#### TASK TO COMPLETE:
All lines in the records that carry the string "Option" are to be shown.

#### Stored data:
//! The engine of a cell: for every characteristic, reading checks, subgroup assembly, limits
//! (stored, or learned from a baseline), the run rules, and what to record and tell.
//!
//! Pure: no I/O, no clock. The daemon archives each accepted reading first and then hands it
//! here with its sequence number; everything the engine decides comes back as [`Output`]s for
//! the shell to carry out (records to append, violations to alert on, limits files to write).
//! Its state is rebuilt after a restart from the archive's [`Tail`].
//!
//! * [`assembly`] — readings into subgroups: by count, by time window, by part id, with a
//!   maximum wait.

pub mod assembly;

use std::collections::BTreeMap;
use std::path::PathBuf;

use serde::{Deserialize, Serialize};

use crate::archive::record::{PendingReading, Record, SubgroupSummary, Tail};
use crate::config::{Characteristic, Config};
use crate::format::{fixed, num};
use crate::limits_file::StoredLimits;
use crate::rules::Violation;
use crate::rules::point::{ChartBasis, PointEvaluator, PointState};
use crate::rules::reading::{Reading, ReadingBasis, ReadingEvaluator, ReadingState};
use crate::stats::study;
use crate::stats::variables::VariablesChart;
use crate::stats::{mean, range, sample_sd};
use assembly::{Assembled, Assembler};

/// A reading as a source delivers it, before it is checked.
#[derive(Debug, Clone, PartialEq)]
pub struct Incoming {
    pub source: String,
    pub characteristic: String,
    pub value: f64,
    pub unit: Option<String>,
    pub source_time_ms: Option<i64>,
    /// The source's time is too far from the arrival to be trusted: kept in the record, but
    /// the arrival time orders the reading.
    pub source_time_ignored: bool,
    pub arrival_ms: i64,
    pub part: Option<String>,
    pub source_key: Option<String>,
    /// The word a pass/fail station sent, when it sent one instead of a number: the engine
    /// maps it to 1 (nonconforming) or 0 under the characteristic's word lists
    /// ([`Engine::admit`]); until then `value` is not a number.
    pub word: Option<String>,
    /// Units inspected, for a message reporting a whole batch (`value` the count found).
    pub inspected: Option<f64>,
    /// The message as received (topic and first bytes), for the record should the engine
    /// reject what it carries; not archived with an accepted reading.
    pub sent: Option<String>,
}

#### ANSWER BOX:
    pub unit: Option<String>,
    pub source_time_ms: Option<i64>,
    pub part: Option<String>,
    pub source_key: Option<String>,
    pub word: Option<String>,
    pub inspected: Option<f64>,
    pub sent: Option<String>,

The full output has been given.